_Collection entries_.
-------------------------

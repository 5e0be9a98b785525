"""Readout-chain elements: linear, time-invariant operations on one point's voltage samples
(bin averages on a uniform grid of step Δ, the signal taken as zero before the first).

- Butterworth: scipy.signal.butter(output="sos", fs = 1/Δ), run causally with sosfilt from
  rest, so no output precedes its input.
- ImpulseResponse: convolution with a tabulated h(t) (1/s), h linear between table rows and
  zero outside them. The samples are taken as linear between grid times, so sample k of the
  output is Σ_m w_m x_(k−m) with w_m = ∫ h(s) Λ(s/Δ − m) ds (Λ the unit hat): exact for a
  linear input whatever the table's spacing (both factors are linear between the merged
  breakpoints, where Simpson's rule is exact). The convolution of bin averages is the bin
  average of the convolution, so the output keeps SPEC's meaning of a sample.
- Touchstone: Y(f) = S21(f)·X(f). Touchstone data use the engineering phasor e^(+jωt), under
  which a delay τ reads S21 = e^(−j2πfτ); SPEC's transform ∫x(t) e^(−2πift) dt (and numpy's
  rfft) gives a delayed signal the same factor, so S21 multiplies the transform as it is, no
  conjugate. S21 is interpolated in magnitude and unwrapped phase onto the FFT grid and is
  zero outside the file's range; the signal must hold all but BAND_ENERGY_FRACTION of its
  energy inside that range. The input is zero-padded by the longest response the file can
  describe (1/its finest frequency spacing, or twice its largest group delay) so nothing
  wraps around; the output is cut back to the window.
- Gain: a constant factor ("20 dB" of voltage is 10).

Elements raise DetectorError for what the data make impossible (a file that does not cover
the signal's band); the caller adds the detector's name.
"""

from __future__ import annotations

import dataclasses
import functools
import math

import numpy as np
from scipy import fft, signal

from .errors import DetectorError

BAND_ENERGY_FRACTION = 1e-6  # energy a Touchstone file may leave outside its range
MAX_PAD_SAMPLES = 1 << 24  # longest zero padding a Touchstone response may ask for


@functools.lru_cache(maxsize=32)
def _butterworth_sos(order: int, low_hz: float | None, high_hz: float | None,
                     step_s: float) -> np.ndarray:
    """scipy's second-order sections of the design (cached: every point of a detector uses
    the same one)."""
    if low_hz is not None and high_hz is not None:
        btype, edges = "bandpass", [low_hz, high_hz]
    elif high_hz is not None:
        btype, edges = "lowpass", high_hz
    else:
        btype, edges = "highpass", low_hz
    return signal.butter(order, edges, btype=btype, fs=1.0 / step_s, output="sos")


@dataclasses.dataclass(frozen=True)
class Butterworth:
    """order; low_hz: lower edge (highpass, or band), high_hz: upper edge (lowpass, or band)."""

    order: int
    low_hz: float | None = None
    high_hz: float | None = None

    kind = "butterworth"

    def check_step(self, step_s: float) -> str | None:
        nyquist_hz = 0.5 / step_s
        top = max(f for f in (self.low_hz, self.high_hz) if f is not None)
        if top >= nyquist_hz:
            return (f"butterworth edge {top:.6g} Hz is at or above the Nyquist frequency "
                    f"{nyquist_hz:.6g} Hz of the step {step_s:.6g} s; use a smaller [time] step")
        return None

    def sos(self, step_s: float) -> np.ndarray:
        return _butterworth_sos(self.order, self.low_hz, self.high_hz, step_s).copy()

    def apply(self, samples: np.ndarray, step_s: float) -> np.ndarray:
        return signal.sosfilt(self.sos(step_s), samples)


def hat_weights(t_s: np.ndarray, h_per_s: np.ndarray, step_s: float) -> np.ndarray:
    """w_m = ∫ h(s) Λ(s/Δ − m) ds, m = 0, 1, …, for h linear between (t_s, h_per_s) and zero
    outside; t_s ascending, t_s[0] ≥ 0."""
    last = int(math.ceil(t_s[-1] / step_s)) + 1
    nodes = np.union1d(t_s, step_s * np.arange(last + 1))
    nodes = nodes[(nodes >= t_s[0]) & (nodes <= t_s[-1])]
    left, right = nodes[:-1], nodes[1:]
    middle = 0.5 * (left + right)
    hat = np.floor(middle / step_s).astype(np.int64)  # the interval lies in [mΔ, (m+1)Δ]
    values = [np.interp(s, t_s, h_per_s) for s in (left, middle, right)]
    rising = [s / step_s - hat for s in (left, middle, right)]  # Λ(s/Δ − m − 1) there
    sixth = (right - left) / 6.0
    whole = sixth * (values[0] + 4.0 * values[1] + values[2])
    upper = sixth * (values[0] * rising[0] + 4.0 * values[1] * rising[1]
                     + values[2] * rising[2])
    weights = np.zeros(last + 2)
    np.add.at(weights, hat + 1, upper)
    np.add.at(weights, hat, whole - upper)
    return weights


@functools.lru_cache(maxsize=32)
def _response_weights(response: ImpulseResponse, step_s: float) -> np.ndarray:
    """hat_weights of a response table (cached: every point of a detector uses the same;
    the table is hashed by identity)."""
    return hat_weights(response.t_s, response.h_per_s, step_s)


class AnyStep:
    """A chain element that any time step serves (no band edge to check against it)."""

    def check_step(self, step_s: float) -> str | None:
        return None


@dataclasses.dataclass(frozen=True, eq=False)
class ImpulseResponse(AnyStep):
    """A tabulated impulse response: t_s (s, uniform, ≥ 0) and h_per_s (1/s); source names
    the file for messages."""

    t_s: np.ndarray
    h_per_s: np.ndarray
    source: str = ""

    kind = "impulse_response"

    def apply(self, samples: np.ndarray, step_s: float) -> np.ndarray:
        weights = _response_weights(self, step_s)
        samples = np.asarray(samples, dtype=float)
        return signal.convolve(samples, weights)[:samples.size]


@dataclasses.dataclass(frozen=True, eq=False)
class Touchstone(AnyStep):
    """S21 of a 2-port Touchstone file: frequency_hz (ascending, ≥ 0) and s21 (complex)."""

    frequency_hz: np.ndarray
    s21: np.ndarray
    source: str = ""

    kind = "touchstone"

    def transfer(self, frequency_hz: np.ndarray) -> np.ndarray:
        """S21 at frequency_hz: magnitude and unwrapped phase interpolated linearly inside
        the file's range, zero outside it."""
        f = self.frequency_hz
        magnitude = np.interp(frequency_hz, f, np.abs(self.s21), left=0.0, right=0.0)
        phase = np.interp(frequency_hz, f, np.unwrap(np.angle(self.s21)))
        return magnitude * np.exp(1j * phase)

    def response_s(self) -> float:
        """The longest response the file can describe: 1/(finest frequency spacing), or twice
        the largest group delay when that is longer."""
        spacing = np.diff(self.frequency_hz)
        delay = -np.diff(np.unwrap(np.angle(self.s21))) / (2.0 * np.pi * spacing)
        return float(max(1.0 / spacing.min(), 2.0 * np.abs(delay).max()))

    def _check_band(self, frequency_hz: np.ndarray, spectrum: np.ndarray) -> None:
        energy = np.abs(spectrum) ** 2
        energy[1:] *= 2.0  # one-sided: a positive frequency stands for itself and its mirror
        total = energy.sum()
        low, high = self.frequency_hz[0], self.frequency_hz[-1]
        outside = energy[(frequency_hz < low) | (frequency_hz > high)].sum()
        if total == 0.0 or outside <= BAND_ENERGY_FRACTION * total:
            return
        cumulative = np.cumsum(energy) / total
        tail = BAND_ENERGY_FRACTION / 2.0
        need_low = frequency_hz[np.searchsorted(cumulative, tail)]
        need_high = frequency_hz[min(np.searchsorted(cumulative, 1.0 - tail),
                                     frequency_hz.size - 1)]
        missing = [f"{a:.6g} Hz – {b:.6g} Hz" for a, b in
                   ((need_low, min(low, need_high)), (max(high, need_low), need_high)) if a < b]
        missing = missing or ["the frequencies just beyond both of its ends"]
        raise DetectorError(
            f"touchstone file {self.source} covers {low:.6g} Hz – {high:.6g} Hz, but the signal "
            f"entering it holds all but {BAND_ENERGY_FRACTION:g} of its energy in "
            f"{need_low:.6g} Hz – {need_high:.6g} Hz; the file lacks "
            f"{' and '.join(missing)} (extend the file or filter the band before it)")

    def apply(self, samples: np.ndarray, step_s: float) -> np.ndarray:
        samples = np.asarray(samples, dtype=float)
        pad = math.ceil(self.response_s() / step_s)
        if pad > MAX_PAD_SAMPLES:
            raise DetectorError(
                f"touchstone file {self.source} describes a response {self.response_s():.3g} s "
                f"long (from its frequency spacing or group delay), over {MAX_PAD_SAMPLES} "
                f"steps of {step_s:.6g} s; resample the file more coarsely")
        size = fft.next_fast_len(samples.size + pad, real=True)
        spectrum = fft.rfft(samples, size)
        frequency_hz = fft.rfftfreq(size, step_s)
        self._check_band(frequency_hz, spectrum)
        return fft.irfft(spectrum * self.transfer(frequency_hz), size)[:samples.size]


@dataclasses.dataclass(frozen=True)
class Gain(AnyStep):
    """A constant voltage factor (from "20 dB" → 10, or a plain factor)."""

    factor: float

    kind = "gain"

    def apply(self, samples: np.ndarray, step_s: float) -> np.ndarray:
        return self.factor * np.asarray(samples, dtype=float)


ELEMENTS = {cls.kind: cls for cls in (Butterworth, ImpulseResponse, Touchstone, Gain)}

-------------------------

The reply should consist solely of the lines of the data, exact, from the opening line through the line with "breakpoints, where Simpson's", inclusive.

repository 5e0be9a98b785525
"""Readout-chain elements: linear, time-invariant operations on one point's voltage samples
(bin averages on a uniform grid of step Δ, the signal taken as zero before the first).

- Butterworth: scipy.signal.butter(output="sos", fs = 1/Δ), run causally with sosfilt from
  rest, so no output precedes its input.
- ImpulseResponse: convolution with a tabulated h(t) (1/s), h linear between table rows and
  zero outside them. The samples are taken as linear between grid times, so sample k of the
  output is Σ_m w_m x_(k−m) with w_m = ∫ h(s) Λ(s/Δ − m) ds (Λ the unit hat): exact for a
  linear input whatever the table's spacing (both factors are linear between the merged
  breakpoints, where Simpson's rule is exact). The convolution of bin averages is the bin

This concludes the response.